INSTRUCTIONS TO FOLLOW: The answer should consist of each line from the data below that includes "while".
Segment Open
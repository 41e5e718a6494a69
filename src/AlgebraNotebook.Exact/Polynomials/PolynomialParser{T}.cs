using AlgebraNotebook.Exact.Parsing;
using AlgebraNotebook.Exact.Scalars;
using AlgebraNotebook.Exact.Symbols;

namespace AlgebraNotebook.Exact.Polynomials;

/// <summary>
/// Recursive-descent reader of polynomial text. Grammar (spaces allowed between tokens):
/// <code>
/// sum     := product (('+' | '-') product)*
/// product := factor (('*' | '/' | juxtaposition) factor)*     division only by a non-zero constant
/// factor  := ('+' | '-') factor | primary ('^' digits)?
/// primary := number | name | '(' sum ')'                      name "i" is the imaginary unit for GaussianRational
/// </code>
/// Juxtaposition multiplies ("3x", "2 hbar t", "(x+1)(x-1)"); a number may not follow another factor without '*'.
/// </summary>
internal sealed class PolynomialParser<T>
    where T : IFieldElement<T>
{
    private const int MaxNesting = 200;

    private readonly string _text;
    private int _position;
    private int _depth;

    private PolynomialParser(string text)
    {
        _text = text;
    }

    /// <summary>Parses the whole text.</summary>
    public static Polynomial<T> ParseAll(string text)
    {
        var parser = new PolynomialParser<T>(text);
        parser.SkipSpaces();
        if (parser.AtEnd)
        {
            throw new ExactParseException(text, 0, "expected a polynomial but the text is empty");
        }

        var result = parser.ParseSum();
        parser.SkipSpaces();
        if (!parser.AtEnd)
        {
            var c = text[parser._position];
            throw new ExactParseException(
                text, parser._position, c == ')' ? "unmatched ')' (no '(' opens it)" : $"unexpected character '{c}'");
        }

        return result;
    }

    /// <summary>
    /// Parses text[start..end) as a polynomial, reporting errors with positions in the whole text.
    /// </summary>
    public static Polynomial<T> ParseRange(string text, int start, int end)
    {
        try
        {
            return ParseAll(text[start..end]);
        }
        catch (ExactParseException inner)
        {
            throw new ExactParseException(text, start + inner.Position, inner.Problem);
        }
    }

    private bool AtEnd => _position >= _text.Length;

    private char Current => _text[_position];

    private void SkipSpaces()
    {
        while (_position < _text.Length && char.IsWhiteSpace(_text[_position]))
        {
            _position++;
        }
    }

    private Polynomial<T> ParseSum()
    {
        var result = ParseProduct();
        while (true)
        {
            SkipSpaces();
            if (AtEnd || (Current != '+' && Current != '-'))
            {
                return result;
            }

            var op = Current;
            _position++;
            SkipSpaces();
            if (AtEnd)
            {
                throw new ExactParseException(_text, _position, $"unexpected end of text: expected a term after '{op}'");
            }

            var term = ParseProduct();
            result = op == '+' ? result + term : result - term;
        }
    }

    private Polynomial<T> ParseProduct()
    {
        var result = ParseFactor();
        while (true)
        {
            var save = _position;
            SkipSpaces();
            if (AtEnd)
            {
                return result;
            }

            var c = Current;
            if (c == '*')
            {
                _position++;
                SkipSpaces();
                if (AtEnd)
                {
                    throw new ExactParseException(_text, _position, "unexpected end of text: expected a factor after '*'");
                }

                if (Current == '*')
                {
                    throw new ExactParseException(_text, _position, "'**' is not an operator; write '^' for powers, e.g. x^2");
                }

                result *= ParseFactor();
            }
            else if (c == '/')
            {
                _position++;
                SkipSpaces();
                if (AtEnd)
                {
                    throw new ExactParseException(_text, _position, "unexpected end of text: expected a divisor after '/'");
                }

                var divisorStart = _position;
                var divisor = ParseFactor();
                if (!divisor.IsConstant)
                {
                    throw new ExactParseException(
                        _text, divisorStart, $"division by the non-constant {divisor}; polynomials can only be divided by non-zero numbers");
                }

                if (divisor.IsZero)
                {
                    throw new ExactParseException(_text, divisorStart, "division by zero");
                }

                result /= divisor.ConstantTerm;
            }
            else if (char.IsLetter(c) || c == '(')
            {
                result *= ParseFactor();
            }
            else if (char.IsAsciiDigit(c) || c == '.')
            {
                throw new ExactParseException(
                    _text, _position, "a number directly after a factor is ambiguous; write '*' between them (or put the number first)");
            }
            else
            {
                _position = save;
                return result;
            }
        }
    }

    private Polynomial<T> ParseFactor()
    {
        SkipSpaces();
        if (AtEnd)
        {
            throw new ExactParseException(_text, _position, "unexpected end of text: expected a term");
        }

        if (Current == '-' || Current == '+')
        {
            var negative = Current == '-';
            _position++;
            SkipSpaces();
            Enter();
            var inner = ParseFactor();
            _depth--;
            return negative ? -inner : inner;
        }

        var primary = ParsePrimary();
        var save = _position;
        SkipSpaces();
        if (AtEnd || Current != '^')
        {
            _position = save;
            return primary;
        }

        _position++;
        SkipSpaces();
        var exponent = ParseExponent();
        var after = _position;
        SkipSpaces();
        if (!AtEnd && Current == '^')
        {
            throw new ExactParseException(_text, _position, "repeated '^' is ambiguous; use parentheses, e.g. (x^2)^3");
        }

        _position = after;
        return primary.Pow(exponent);
    }

    private int ParseExponent()
    {
        if (AtEnd)
        {
            throw new ExactParseException(_text, _position, "unexpected end of text: expected an exponent after '^'");
        }

        if (Current == '-')
        {
            throw new ExactParseException(_text, _position, "negative exponents are not polynomials; exponents must be non-negative integers");
        }

        if (!char.IsAsciiDigit(Current))
        {
            throw new ExactParseException(_text, _position, $"expected a non-negative integer exponent after '^' but found '{Current}'");
        }

        var start = _position;
        var value = 0L;
        while (!AtEnd && char.IsAsciiDigit(Current))
        {
            value = value * 10 + (Current - '0');
            if (value > int.MaxValue)
            {
                throw new ExactParseException(_text, start, "the exponent is too large");
            }

            _position++;
        }

        // "x^2/3" means (x^2)/3, as in ordinary precedence; only a decimal point makes the exponent fractional.
        if (!AtEnd && Current == '.')
        {
            throw new ExactParseException(_text, _position, "exponents must be non-negative integers");
        }

        return (int)value;
    }

    private Polynomial<T> ParsePrimary()
    {
        var c = Current;
        if (c == '(')
        {
            var open = _position;
            _position++;
            SkipSpaces();
            if (AtEnd)
            {
                throw new ExactParseException(_text, open, "unmatched '(' (no ')' closes it)");
            }

            if (Current == ')')
            {
                throw new ExactParseException(_text, _position, "empty parentheses: expected a term");
            }

            Enter();
            var inner = ParseSum();
            _depth--;
            SkipSpaces();
            if (AtEnd || Current != ')')
            {
                if (AtEnd)
                {
                    throw new ExactParseException(_text, open, "unmatched '(' (no ')' closes it)");
                }

                throw new ExactParseException(_text, _position, $"expected ')' to close the '(' at position {open + 1} but found '{Current}'");
            }

            _position++;
            return inner;
        }

        if (char.IsAsciiDigit(c) || c == '.')
        {
            var value = Rational.ParseSignedDecimal(_text, ref _position, allowSign: false);
            return Polynomial<T>.Constant(T.FromRational(value));
        }

        if (char.IsLetter(c))
        {
            var start = _position;
            while (!AtEnd && (char.IsLetterOrDigit(Current) || Current == '_'))
            {
                _position++;
            }

            var name = _text[start.._position];
            if (name == "i")
            {
                if (!CoefficientSupport<T>.HasImaginaryUnit)
                {
                    throw new ExactParseException(
                        _text,
                        start,
                        $"'i' is the imaginary unit, but {CoefficientSupport<T>.FieldName} coefficients have no i; "
                        + "use GaussianRational coefficients for complex numbers (or another variable name)");
                }

                return Polynomial<T>.Constant(CoefficientSupport<T>.ImaginaryUnit);
            }

            return Polynomial<T>.Variable(Symbol.Of(name));
        }

        if (c == ')')
        {
            throw new ExactParseException(_text, _position, "expected a term but found ')'");
        }

        throw new ExactParseException(_text, _position, $"unexpected character '{c}': expected a number, a name or '('");
    }

    private void Enter()
    {
        if (++_depth > MaxNesting)
        {
            throw new ExactParseException(_text, _position, $"nesting deeper than {MaxNesting} levels");
        }
    }
}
Segment Closed
TASK ANSWER:
        while (_position < _text.Length && char.IsWhiteSpace(_text[_position]))
        while (true)
        while (true)
        while (!AtEnd && char.IsAsciiDigit(Current))
            while (!AtEnd && (char.IsLetterOrDigit(Current) || Current == '_'))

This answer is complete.